Task requirements »
Please show every line from the entries that carries the word "typed".

The input »
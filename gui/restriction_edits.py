"""Restrictions as they are typed: their kinds, and edits of a case as pure functions."""

from __future__ import annotations

from dataclasses import dataclass
from typing import Any

from gui.document import replaced
from solver.project.model import (
    Case,
    HeldApproach,
    HeldConversion,
    InertPart,
    Quantity,
    SeparateGroup,
)


@dataclass(frozen=True, slots=True)
class Kind:
    """How one kind is named and typed; `value` is the field of its value, "" for none."""

    name: str
    words: str
    about: str
    hint: str
    single: bool
    value: str = ""
    measure: str = ""
    unit: str = ""
    empty: str = ""
    value_hint: str = ""


KINDS = {
    k.name: k
    for k in (
        Kind(
            "inert",
            "inert",
            "species",
            "A fed species, or the part of it, that takes no part in any reaction",
            True,
            "part",
            "part",
            "%",
            "all of it",
            "The part that is inert: 30 %, 2 kmol/h; empty for all of it",
        ),
        Kind(
            "conversion",
            "conversion",
            "species",
            "A fed species of which a given share reacts, no more and no less",
            True,
            "conversion",
            "share",
            "%",
            "60 %",
            "The share of what is fed that reacts, 0 to 100 %",
        ),
        Kind(
            "approach",
            "approach",
            "CH4 + H2O = CO + 3 H2",
            "A reaction that stays away from equilibrium: its K is taken at T + this value",
            False,
            "dT",
            "temperature_difference",
            "K",
            "−10 K",
            "K is taken at T + this value: negative for an endothermic reaction that falls short, "
            "such as reforming, positive for an exothermic one",
        ),
        Kind(
            "no exchange",
            "no exchange",
            "N2, NH3",
            "Species, parted by commas, that exchange no element with the others",
            False,
        ),
    )
}
_CLASSES: dict[str, Any] = {
    "inert": InertPart,
    "conversion": HeldConversion,
    "approach": HeldApproach,
    "no exchange": SeparateGroup,
}


def added(case: Case) -> Case:
    """The case with one more, empty restriction."""
    return replaced(case, restrictions=(*case.restrictions, InertPart()))


def removed(case: Case, index: int) -> Case:
    """The case without one restriction."""
    kept = tuple(r for i, r in enumerate(case.restrictions) if i != index)
    return replaced(case, restrictions=kept)


def put(case: Case, index: int, restriction: Any) -> Case:
    """The case with another restriction in one place."""
    restrictions = list(case.restrictions)
    restrictions[index] = restriction
    return replaced(case, restrictions=tuple(restrictions))


def turned(restriction: Any, name: str) -> Any:
    """A restriction of another kind that keeps what it is about."""
    if restriction.kind == name:
        return restriction
    return with_about(_CLASSES[name](), about_text(restriction))


def about_text(restriction: Any) -> str:
    """The species or the reaction, as a line."""
    if restriction.kind == "approach":
        return str(restriction.reaction)
    if restriction.kind == "no exchange":
        return ", ".join(restriction.species)
    return str(restriction.species)


def read_about(name: str, text: str) -> str | tuple[str, ...]:
    """What a line says: one text, or the species of a group."""
    if name != "no exchange":
        return text.strip()
    return tuple(part.strip() for part in text.split(",") if part.strip())


def with_about(restriction: Any, text: str) -> Any:
    """The restriction about another species or reaction."""
    about = read_about(restriction.kind, text)
    name = "reaction" if restriction.kind == "approach" else "species"
    return replaced(restriction, **{name: about})


def with_key(restriction: Any, key: str) -> Any:
    """A held reaction whose shift is carried by `key`; "": the choice is left to the solver."""
    return replaced(restriction, key=key)


def carriers(reaction: str, candidates: Any) -> tuple[str, ...]:
    """Keys of the species of a reaction, any of which may carry its shift; () while unreadable."""
    import species_db
    from solver.errors import InputError
    from solver.project.case_names import CaseNames
    from solver.reactions import Reaction

    if not reaction.strip():
        return ()
    try:
        names = CaseNames(candidates, species_db.load())
        return tuple(sp.key for sp in Reaction.parse(reaction, names).species)
    except InputError:
        return ()


def with_value(restriction: Any, quantity: Quantity | None) -> Any:
    """The restriction with another value; None: nothing is said."""
    kind = KINDS[restriction.kind]
    if not kind.value:
        return restriction
    if quantity is None and kind.name != "inert":
        quantity = Quantity(value="", unit=kind.unit)
    return replaced(restriction, **{kind.value: quantity})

Solved problem »
"""Restrictions as they are typed: their kinds, and edits of a case as pure functions."""
    """How one kind is named and typed; `value` is the field of its value, "" for none."""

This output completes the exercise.